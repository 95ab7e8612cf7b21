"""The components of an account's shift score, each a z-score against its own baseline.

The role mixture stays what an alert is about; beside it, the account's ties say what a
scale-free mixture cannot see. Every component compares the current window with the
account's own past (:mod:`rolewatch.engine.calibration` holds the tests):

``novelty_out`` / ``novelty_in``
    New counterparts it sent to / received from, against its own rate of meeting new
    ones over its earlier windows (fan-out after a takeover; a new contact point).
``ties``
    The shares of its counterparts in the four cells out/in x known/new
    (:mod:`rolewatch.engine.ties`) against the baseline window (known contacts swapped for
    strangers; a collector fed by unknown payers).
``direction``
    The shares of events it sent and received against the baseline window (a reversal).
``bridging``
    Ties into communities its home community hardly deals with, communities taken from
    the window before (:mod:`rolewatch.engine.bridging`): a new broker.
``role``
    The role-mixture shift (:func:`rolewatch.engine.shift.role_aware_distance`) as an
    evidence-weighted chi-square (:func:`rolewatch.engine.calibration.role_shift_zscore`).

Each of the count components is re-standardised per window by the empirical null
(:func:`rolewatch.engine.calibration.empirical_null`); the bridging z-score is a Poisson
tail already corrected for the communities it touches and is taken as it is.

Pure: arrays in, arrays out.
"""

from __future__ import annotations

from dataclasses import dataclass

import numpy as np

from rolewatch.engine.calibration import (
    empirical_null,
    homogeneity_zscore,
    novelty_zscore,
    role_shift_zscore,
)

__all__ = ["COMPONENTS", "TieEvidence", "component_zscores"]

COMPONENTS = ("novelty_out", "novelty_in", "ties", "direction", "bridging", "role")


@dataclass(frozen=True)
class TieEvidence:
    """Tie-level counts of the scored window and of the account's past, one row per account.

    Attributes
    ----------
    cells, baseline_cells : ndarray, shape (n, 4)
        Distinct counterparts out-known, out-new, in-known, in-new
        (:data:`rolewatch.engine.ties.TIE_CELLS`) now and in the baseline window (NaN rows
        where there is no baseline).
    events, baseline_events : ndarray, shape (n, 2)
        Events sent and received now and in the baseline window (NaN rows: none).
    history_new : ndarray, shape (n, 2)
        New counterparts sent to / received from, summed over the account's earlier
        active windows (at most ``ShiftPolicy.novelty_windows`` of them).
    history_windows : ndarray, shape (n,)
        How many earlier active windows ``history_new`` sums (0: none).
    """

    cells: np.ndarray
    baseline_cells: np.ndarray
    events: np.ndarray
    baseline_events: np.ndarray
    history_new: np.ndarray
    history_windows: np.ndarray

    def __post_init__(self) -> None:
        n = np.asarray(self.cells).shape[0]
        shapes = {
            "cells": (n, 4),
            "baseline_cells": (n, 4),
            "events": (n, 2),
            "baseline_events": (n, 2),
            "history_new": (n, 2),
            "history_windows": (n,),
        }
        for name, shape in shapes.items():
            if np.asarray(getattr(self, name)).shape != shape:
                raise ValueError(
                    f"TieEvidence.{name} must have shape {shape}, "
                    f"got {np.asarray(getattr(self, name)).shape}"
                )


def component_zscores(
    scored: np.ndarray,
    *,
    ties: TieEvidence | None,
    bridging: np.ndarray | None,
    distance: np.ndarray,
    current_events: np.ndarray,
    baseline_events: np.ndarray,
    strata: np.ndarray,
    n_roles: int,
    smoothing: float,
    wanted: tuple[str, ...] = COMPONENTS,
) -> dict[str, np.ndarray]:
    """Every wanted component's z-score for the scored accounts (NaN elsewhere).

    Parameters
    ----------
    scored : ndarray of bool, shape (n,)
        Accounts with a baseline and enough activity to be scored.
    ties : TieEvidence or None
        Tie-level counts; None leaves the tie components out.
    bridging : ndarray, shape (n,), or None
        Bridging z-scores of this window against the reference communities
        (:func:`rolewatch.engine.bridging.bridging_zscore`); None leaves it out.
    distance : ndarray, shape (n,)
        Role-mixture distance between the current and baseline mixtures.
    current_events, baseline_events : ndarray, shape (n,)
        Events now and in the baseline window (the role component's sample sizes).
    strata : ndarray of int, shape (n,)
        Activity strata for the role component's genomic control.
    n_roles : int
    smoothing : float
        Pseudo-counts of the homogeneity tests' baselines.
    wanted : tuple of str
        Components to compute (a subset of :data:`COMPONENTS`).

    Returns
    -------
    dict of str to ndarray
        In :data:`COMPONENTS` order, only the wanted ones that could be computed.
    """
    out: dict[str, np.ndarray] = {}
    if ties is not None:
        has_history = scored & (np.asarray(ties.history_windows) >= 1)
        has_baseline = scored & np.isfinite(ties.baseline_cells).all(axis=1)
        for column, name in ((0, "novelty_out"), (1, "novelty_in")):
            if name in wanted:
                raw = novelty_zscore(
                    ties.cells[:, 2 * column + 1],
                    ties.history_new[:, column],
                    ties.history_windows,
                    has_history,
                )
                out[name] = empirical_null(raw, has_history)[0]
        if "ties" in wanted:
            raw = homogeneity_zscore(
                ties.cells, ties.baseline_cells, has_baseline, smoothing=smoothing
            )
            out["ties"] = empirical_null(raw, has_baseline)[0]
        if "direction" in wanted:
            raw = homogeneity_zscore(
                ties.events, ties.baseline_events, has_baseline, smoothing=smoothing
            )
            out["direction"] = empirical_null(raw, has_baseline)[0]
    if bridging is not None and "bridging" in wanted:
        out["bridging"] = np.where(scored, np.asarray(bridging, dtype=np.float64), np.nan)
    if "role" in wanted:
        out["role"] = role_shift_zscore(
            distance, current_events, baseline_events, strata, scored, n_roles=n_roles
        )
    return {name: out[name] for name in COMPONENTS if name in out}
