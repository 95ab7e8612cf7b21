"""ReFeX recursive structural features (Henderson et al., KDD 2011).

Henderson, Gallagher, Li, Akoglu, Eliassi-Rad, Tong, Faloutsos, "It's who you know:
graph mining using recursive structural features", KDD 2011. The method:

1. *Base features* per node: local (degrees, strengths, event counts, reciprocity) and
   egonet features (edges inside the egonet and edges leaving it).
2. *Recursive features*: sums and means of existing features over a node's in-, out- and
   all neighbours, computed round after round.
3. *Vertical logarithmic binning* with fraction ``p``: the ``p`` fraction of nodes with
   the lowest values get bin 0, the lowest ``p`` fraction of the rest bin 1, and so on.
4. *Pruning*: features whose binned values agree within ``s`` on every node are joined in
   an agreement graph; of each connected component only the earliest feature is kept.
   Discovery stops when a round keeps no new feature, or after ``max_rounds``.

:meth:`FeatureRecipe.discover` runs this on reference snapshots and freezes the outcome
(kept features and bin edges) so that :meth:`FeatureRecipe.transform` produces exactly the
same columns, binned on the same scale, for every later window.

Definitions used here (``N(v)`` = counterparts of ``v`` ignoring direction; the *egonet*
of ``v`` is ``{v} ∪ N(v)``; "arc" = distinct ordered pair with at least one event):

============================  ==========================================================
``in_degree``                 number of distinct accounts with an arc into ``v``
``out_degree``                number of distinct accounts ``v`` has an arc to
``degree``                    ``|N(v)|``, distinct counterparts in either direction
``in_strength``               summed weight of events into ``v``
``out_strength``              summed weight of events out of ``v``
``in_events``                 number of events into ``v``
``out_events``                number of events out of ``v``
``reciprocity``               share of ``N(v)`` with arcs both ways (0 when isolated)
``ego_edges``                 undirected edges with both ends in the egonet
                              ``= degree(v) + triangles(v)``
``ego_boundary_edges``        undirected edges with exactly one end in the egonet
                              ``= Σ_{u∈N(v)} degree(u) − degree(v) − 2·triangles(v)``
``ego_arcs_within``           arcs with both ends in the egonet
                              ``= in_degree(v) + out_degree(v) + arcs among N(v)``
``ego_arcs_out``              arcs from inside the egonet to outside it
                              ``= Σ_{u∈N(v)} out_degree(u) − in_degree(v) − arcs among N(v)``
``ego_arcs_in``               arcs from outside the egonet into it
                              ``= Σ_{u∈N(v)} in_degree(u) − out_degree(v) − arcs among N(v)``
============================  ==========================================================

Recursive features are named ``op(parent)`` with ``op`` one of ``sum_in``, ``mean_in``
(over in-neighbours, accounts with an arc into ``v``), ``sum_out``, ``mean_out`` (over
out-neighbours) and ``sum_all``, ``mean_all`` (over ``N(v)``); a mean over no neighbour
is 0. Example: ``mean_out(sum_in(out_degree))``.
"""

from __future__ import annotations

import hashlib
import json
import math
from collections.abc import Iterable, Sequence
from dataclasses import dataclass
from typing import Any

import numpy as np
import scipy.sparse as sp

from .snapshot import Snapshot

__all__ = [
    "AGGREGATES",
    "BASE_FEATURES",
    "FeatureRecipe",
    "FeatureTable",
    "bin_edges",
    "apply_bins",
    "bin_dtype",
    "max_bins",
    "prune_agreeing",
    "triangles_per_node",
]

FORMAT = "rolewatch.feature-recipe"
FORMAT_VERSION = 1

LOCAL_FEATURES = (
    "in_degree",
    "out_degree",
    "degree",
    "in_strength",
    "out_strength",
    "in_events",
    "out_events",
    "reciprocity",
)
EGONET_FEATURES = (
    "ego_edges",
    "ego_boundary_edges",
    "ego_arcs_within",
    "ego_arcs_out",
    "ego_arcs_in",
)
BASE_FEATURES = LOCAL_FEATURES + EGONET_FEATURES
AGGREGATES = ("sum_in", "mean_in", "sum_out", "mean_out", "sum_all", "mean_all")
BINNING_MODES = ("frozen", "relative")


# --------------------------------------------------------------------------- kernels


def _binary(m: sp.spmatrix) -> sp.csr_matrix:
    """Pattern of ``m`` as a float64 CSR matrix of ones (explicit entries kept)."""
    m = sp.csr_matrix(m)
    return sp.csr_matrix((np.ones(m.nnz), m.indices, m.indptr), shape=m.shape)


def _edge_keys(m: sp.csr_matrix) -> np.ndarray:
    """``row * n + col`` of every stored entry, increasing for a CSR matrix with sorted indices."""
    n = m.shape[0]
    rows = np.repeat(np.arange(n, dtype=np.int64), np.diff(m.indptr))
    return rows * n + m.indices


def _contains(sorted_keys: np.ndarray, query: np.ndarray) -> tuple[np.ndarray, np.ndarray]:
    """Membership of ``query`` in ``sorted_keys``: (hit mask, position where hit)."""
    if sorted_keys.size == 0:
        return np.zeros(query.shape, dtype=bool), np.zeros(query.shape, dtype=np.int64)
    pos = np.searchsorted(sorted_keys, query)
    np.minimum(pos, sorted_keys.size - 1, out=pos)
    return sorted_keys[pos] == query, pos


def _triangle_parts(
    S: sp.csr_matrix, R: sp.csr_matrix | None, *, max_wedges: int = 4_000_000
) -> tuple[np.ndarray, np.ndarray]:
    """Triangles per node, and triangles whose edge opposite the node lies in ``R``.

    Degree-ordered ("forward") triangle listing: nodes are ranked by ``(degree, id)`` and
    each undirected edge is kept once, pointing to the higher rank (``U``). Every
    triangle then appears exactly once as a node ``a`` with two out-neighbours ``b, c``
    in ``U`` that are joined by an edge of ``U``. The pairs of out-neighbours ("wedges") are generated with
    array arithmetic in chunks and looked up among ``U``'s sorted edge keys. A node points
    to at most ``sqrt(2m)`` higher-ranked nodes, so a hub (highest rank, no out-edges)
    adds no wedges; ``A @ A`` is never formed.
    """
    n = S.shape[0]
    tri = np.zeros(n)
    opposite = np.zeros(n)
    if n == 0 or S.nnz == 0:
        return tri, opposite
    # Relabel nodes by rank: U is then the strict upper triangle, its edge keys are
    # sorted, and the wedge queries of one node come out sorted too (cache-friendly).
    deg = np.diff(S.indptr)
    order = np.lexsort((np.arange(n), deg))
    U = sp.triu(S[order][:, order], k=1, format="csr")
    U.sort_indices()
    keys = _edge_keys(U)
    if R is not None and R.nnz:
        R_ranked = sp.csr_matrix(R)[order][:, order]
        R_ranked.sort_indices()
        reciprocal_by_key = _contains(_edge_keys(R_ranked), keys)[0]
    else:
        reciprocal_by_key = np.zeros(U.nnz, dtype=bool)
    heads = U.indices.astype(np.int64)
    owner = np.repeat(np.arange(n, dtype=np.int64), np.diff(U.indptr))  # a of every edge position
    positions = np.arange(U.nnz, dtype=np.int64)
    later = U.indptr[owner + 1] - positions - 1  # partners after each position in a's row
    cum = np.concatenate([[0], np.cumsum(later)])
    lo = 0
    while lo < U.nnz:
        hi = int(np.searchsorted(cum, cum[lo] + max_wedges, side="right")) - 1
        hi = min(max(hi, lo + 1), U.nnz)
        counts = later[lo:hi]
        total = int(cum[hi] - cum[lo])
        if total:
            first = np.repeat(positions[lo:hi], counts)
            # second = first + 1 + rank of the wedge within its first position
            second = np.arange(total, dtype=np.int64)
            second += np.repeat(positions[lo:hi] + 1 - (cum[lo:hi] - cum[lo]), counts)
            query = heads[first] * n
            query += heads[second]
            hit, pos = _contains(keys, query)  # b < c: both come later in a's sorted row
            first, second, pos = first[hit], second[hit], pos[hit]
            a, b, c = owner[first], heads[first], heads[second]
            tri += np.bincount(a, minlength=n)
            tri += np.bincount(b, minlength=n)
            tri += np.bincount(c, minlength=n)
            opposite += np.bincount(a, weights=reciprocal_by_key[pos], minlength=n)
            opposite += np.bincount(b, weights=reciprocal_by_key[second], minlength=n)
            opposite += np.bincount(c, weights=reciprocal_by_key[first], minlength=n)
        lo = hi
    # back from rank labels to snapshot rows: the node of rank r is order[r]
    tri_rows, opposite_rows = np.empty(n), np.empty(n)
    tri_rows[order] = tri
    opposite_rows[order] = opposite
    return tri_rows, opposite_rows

========================================

Wherever a line holds the word "shares", copy that line out of the entries above.

• _ANSWER BOX_:
    The shares of its counterparts in the four cells out/in x known/new
    The shares of events it sent and received against the baseline window (a reversal).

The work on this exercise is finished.